Retinylidene protein

Retinylidene protein, is a family of proteins that use retinal as a chromophore for light reception. It is the molecular basis for a variety of light-sensing systems from phototaxis in flagellates to eyesight in animals. Retinylidene proteins include all forms of opsin and rhodopsin (in the broad sense). While rhodopsin in the narrow sense refers to a dim-light visual pigment found in vertebrates, usually on rod cells, rhodopsin in the broad sense (as used here) refers any molecule consisting of an opsin and a retinal chromophore in the ground state. When activated by light, the chromophore is isomerized, at which point the molecule as a whole is no longer rhodopsin, but a related molecule such as metarhodopsin. However, it remains a retinylidene protein. The chromophore then separates from the opsin, at which point the bare opsin is a retinylidene protein. Thus, the molecule remains a retinylidene protein throughout the phototransduction cycle.

All rhodopsins consist of two building blocks, a protein moiety and a reversibly covalently bound non-protein cofactor, retinal (retinaldehyde). The protein structure of rhodopsin consists of a bundle of seven transmembrane helices that form an internal pocket binding the photoreactive chromophore. They form a superfamily with other membrane-bound receptors containing seven transmembrane domains, for example odor and chemokine receptors.

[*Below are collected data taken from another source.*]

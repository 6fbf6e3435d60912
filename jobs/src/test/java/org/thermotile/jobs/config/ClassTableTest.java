package org.thermotile.jobs.config;

import static org.junit.jupiter.api.Assertions.assertEquals;
import static org.junit.jupiter.api.Assertions.assertFalse;
import static org.junit.jupiter.api.Assertions.assertNull;
import static org.junit.jupiter.api.Assertions.assertThrows;
import static org.junit.jupiter.api.Assertions.assertTrue;

import java.nio.file.Files;
import java.nio.file.Path;
import java.util.LinkedHashMap;
import java.util.List;
import java.util.Map;
import java.util.Set;
import org.junit.jupiter.api.Test;
import org.junit.jupiter.api.io.TempDir;
import org.thermotile.jobs.config.ClassTable.ClassEntry;

class ClassTableTest {
    /** The material library's ids, as the project's material list names them. */
    private static final Set<String> IDS = Set.of("roof_membrane_dark", "roof_membrane_white",
            "bitumen_shingle", "clay_tile", "metal_roof_bare", "green_roof", "asphalt_fresh",
            "asphalt_aged", "concrete", "concrete_pavers", "gravel", "bare_soil_dry", "bare_soil_moist",
            "grass_irrigated", "grass_dry", "tree_canopy", "water");

    private static void assertContains(String text, String... parts) {
        for (String p : parts) {
            assertTrue(text.contains(p), () -> "'" + p + "' not in: " + text);
        }
    }

    private static String only(ConfigException e) {
        assertEquals(1, e.problems().size(), () -> "expected one problem, got " + e.problems());
        return e.problems().get(0);
    }

    // ---------------------------------------------------------------- built-in tables

    /**
     * Codes and class names of the ESA WorldCover 10 m map legend (Product User Manual; Zanaga et
     * al. 2021 for v100, 2022 for v200; the same eleven codes in both).
     */
    private static final Map<Integer, String> WORLDCOVER = legend(
            10, "Tree cover", 20, "Shrubland", 30, "Grassland", 40, "Cropland", 50, "Built-up",
            60, "Bare / sparse vegetation", 70, "Snow and ice", 80, "Permanent water bodies",
            90, "Herbaceous wetland", 95, "Mangroves", 100, "Moss and lichen");

    /** Codes and class names of the MRLC "NLCD Class Legend and Description" (conterminous US). */
    private static final Map<Integer, String> NLCD = legend(
            11, "Open Water", 12, "Perennial Ice/Snow", 21, "Developed, Open Space",
            22, "Developed, Low Intensity", 23, "Developed, Medium Intensity",
            24, "Developed, High Intensity", 31, "Barren Land (Rock/Sand/Clay)", 41, "Deciduous Forest",
            42, "Evergreen Forest", 43, "Mixed Forest", 52, "Shrub/Scrub", 71, "Grassland/Herbaceous",
            81, "Pasture/Hay", 82, "Cultivated Crops", 90, "Woody Wetlands",
            95, "Emergent Herbaceous Wetlands");

    private static Map<Integer, String> legend(Object... codeLabel) {
        Map<Integer, String> m = new LinkedHashMap<>();
        for (int i = 0; i < codeLabel.length; i += 2) {
            m.put((Integer) codeLabel[i], (String) codeLabel[i + 1]);
        }
        return m;
    }

    private static void assertCoversLegend(ClassTable t, Map<Integer, String> legend, Set<Integer> snowIce) {
        assertEquals(legend.size(), t.classes().size(), "exactly the legend's classes");
        legend.forEach((code, label) -> {
            ClassEntry e = t.entry(code).orElseThrow(() -> new AssertionError("code " + code + " missing"));
            assertTrue(e.label().equalsIgnoreCase(label), () -> code + ": label " + e.label() + " vs " + label);
            if (snowIce.contains(code)) {
                assertNull(e.material(), code + " has no material in the library");
            } else {
                assertTrue(IDS.contains(e.material()), code + " → " + e.material());
            }
        });
        assertFalse(t.hasFallback(), "built-in tables must not map a foreign raster silently");
    }

    @Test
    void worldCoverTableMapsEveryLegendClass() {
        ClassTable t = ClassTableReader.builtIn("worldcover", IDS);
        assertEquals("worldcover", t.name());
        assertCoversLegend(t, WORLDCOVER, Set.of(70));
        assertEquals("water", t.materialFor(80));
        assertEquals("tree_canopy", t.materialFor(10));
        assertEquals("tree_canopy", t.materialFor(95));
        assertNull(t.materialFor(0), "0 is the product's no-data value, not a class");
        assertContains(t.reference(), "Zanaga");
    }

    @Test
    void nlcdTableMapsEveryLegendClass() {
        ClassTable t = ClassTableReader.builtIn("nlcd", IDS);
        assertEquals("nlcd", t.name());
        assertCoversLegend(t, NLCD, Set.of(12));
        assertEquals("water", t.materialFor(11));
        for (int forest : new int[] {41, 42, 43, 90}) {
            assertEquals("tree_canopy", t.materialFor(forest));
        }
        assertContains(t.reference(), "MRLC");
    }

    @Test
    void builtInTableNeedsItsMaterialsInTheLibrary() {
        Set<String> fewer = new java.util.HashSet<>(IDS);
        fewer.remove("water");
        ClassTableException e = assertThrows(ClassTableException.class,
                () -> ClassTableReader.builtIn("worldcover", fewer));
        assertContains(only(e), "classes[7].material", "'water' is not a material in the library");
        IllegalArgumentException u = assertThrows(IllegalArgumentException.class,
                () -> ClassTableReader.builtIn("worldcovr", IDS));
        assertContains(u.getMessage(), "did you mean 'worldcover'?");
    }

    @Test
    void resolveTakesBuiltInNamesPathsAndFileUris(@TempDir Path tmp) throws Exception {
        assertEquals("nlcd", ClassTableReader.resolve("nlcd", IDS).name());
        Path f = tmp.resolve("mine.csv");
        Files.writeString(f, "1,water,pond\n");
        assertEquals("mine", ClassTableReader.resolve(f.toString(), IDS).name());
        assertEquals("mine", ClassTableReader.resolve(f.toUri().toString(), IDS).name());
        assertContains(only(assertThrows(ClassTableException.class,
                () -> ClassTableReader.resolve("hdfs://nn/t.csv", IDS))), "local files only");
    }

    // ---------------------------------------------------------------- custom tables

    @Test
    void customYamlTable(@TempDir Path tmp) throws Exception {
        Path f = tmp.resolve("riverside.yaml");
        Files.writeString(f, String.join("\n",
                "name: riverside",
                "reference: invented demo classes",
                "fallback: concrete",
                "classes:",
                "  - {code: 2, material: roof_membrane_dark, overrides: {albedo: 0.1}}",
                "  - {code: 1, material: asphalt_aged, label: \"street\"}",
                "  - {code: 9, material: null, label: snow}",
                ""));
        ClassTable t = ClassTableReader.read(f, IDS);
        assertEquals("riverside", t.name());
        assertEquals("concrete", t.fallback());
        assertEquals(List.of(1, 2, 9), t.classes().stream().map(ClassEntry::code).toList(), "sorted by code");
        assertEquals("street", t.entry(1).orElseThrow().label());
        assertEquals(Map.of("albedo", 0.1), t.overridesFor(2));
        assertEquals("roof_membrane_dark", t.materialFor(2));
        assertEquals("concrete", t.materialFor(9), "declared without material → fallback");
        assertEquals("concrete", t.materialFor(77), "unlisted → fallback");
        assertEquals(Map.of(), t.overridesFor(77));
        assertEquals(f.toAbsolutePath().toString(), t.source());
    }

    @Test
    void customCsvTable(@TempDir Path tmp) throws Exception {
        Path f = tmp.resolve("Riverside.csv");
        Files.writeString(f, String.join("\r\n",
                "# Riverside Flats survey classes (invented demo data)",
                "code,material,label,overrides",
                "1,asphalt_aged,street,",
                "2,roof_membrane_dark,\"flat roof, dark\",albedo=0.1;emissivity=0.9",
                "",
                "3,grass_irrigated,park",
                "4,,reservoir ice",
                "fallback,gravel",
                ""));
        ClassTable t = ClassTableReader.read(f, IDS);
        assertEquals("riverside", t.name(), "named after the file, lower case");
        assertEquals(4, t.classes().size());
        assertEquals("flat roof, dark", t.entry(2).orElseThrow().label());
        assertEquals(Map.of("albedo", 0.1, "emissivity", 0.9), t.overridesFor(2));
        assertEquals("grass_irrigated", t.materialFor(3));
        assertNull(t.entry(4).orElseThrow().material());
        assertEquals("gravel", t.fallback());
        assertEquals("gravel", t.materialFor(4));
    }

    @Test
    void yamlTableErrorsAreAllCollected() {
        String text = String.join("\n",
                "name: bad",
                "fallback: concret",
                "clases: []",
                "classes:",
                "  - {code: 1, material: asphalt_agd}",
                "  - {code: 1, material: concrete}",
                "  - {code: 70000, material: water}",
                "  - {code: 3, material: water, overrides: {albdo: 0.2}}",
                "  - {code: 4, material: water, overrides: {albedo: 1.5}}",
                "  - {code: 5, label: no material key}",
                "  - {code: \"6\", material: water}",
                "");
        ClassTableException e = assertThrows(ClassTableException.class,
                () -> ClassTableReader.parseYaml(text, "bad.yaml", IDS));
        List<String> ps = e.problems();
        String all = String.join("\n", ps);
        assertEquals(9, ps.size(), all);
        assertContains(all,
                "fallback: 'concret' is not a material in the library; did you mean 'concrete'?",
                "unknown key 'clases' at top level; did you mean 'classes'?",
                "classes[0].material: 'asphalt_agd' is not a material in the library; did you mean 'asphalt_aged'?",
                "classes[1].code: code 1 is given twice (first at classes[0])",
                "classes[2].code: 70000 is outside 0…65535",
                "classes[3].overrides.albdo: 'albdo' is not a property a class can override; did you mean 'albedo'?",
                "classes[4].overrides.albedo: albedo = 1.5 is outside its valid range 0 ≤ albedo ≤ 1",
                "classes[5]: required key 'material' is missing",
                "classes[6].code: expected a number, got the text '6'");
        for (String p : ps) {
            assertTrue(p.startsWith("bad.yaml line "), p);
        }
    }

    @Test
    void csvTableErrorsNameLineAndColumn() {
        String text = String.join("\n",
                "code,material,label",
                "1,asphalt_aged,street",
                "1,concrete,again",
                "x,water,pond",
                "2,roof_membrane_drak,roof",
                "3,water,pond,albedo:0.1",
                "4,water,\"open quote",
                "");
        ClassTableException e = assertThrows(ClassTableException.class,
                () -> ClassTableReader.parseCsv(text, "t.csv", "t", IDS));
        String all = String.join("\n", e.problems());
        assertEquals(5, e.problems().size(), all);
        assertContains(all,
                "t.csv line 3, column 1 (code): code 1 is given twice (first at line 2)",
                "t.csv line 4, column 1 (code): 'x' is not a whole number",
                "t.csv line 5, column 2 (material): 'roof_membrane_drak' is not a material in the library; "
                        + "did you mean 'roof_membrane_dark'?",
                "t.csv line 6, column 4 (overrides): 'albedo:0.1' is not key=value",
                "t.csv line 7: unbalanced double quote");
    }

    // ---------------------------------------------------------------- raster codes

    @Test
    void unknownCodesListEachCodeAndItsCellCount() {
        ClassTable t = ClassTableReader.builtIn("worldcover", IDS);
        Map<Integer, Long> counts = new LinkedHashMap<>();
        counts.put(50, 1200L);
        counts.put(70, 15L);
        counts.put(7, 3L);
        counts.put(10, 800L);
        counts.put(33, 0L);
        ClassTableException e = assertThrows(ClassTableException.class, () -> t.checkCodes(counts));
        assertEquals(2, e.problems().size(), e.problems()::toString);
        assertContains(e.problems().get(0), "code 7 (3 cells in the land-cover raster) is not in table "
                + "'worldcover'", "fallback");
        assertContains(e.problems().get(1), "code 70 'Snow and ice' (15 cells in the land-cover raster) "
                + "has no material in table 'worldcover'");
        assertContains(e.getMessage(), "class table worldcover (built-in, ");
        // Every code mapped: nothing falls back.
        assertEquals(Map.of(), t.checkCodes(Map.of(10, 5L, 80, 1L)));
    }

    @Test
    void rasterFromAnotherSchemeIsCalledOut() {
        ClassTable t = ClassTableReader.builtIn("worldcover", IDS);
        ClassTableException e = assertThrows(ClassTableException.class,
                () -> t.checkCodes(Map.of(21, 10L, 41, 20L)));
        assertContains(e.problems().get(e.problems().size() - 1), "none of the raster's codes has a material",
                "right table");
    }

    @Test
    void fallbackAcceptsUnknownCodesAndReportsThem() {
        ClassTable t = ClassTableReader.parseYaml("name: f\nfallback: concrete\nclasses:\n"
                + "  - {code: 1, material: asphalt_aged}\n  - {code: 2, material: null}\n", "f.yaml", IDS);
        Map<Integer, Long> fallen = t.checkCodes(Map.of(1, 10L, 2, 4L, 99, 7L));
        assertEquals(Map.of(2, 4L, 99, 7L), fallen);
        assertEquals(List.of(2, 99), List.copyOf(fallen.keySet()), "sorted by code");
    }
}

Instead of being activated by binding chemical ligands like their relatives, rhodopsins contain retinal which changes conformation in reaction to light via photoisomerization and thus are activated by light. The retinal molecule can take on several different cis-trans isomeric forms, such as all-trans, 11-cis and 13-cis. Photoisomerization (light-dependent isomerization) of retinal from cis to trans or vice versa induces a conformational change in the receptor protein. This change acts as a molecular switch to activate a signal transduction mechanism within the cell. Depending on the type of rhodopsin, it either opens an ion channel (for example in bacteria) or activates an associated G protein and triggers a second messenger cascade (for example in animal eyes).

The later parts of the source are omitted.